⟨

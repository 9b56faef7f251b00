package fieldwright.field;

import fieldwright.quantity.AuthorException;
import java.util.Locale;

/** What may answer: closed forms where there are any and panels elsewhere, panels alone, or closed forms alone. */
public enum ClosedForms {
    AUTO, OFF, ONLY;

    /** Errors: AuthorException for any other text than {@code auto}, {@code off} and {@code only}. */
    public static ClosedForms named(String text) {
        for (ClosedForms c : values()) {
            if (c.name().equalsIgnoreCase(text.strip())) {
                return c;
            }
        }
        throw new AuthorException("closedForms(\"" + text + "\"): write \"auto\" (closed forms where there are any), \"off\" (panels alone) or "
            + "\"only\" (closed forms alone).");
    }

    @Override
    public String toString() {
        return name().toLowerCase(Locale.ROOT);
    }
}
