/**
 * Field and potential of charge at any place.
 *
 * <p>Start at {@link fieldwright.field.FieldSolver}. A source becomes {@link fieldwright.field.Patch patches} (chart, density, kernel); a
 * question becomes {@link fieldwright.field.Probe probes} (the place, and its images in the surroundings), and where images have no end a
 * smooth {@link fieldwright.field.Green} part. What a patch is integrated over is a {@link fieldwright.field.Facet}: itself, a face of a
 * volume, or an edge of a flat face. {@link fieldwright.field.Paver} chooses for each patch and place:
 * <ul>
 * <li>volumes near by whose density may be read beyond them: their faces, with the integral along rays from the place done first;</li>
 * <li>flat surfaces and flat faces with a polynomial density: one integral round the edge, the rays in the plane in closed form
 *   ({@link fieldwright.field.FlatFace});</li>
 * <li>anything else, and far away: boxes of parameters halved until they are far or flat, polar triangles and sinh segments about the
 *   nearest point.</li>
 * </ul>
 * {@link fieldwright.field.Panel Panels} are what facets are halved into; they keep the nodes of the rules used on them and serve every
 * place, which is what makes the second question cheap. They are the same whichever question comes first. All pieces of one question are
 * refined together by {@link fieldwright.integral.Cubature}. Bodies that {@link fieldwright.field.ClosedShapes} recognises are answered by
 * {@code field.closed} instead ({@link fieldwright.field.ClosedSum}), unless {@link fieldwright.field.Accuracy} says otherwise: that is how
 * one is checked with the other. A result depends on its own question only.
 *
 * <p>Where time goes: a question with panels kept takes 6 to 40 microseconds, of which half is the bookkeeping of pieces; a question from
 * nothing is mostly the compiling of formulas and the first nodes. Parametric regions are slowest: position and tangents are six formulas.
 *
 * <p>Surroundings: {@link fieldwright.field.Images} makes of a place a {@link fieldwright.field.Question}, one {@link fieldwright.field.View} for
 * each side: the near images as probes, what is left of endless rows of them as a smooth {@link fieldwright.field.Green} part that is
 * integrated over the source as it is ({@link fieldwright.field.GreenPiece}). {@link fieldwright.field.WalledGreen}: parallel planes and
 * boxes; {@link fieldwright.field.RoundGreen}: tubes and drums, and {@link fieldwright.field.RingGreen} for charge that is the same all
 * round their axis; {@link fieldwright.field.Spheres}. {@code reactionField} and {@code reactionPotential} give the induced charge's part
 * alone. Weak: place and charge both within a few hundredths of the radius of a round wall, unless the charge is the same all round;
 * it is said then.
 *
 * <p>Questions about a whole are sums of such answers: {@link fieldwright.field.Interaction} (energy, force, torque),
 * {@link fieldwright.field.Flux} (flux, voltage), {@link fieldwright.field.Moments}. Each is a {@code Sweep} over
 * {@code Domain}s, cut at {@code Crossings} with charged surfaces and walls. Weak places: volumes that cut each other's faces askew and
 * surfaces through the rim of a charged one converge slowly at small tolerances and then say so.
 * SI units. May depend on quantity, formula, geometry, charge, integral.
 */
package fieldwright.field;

⟩

• **What you will do**:
Check each line of the records for "probes" and copy the ones that contain it.

• **Expected answer**:
 * question becomes {@link fieldwright.field.Probe probes} (the place, and its images in the surroundings), and where images have no end a
 * each side: the near images as probes, what is left of endless rows of them as a smooth {@link fieldwright.field.Green} part that is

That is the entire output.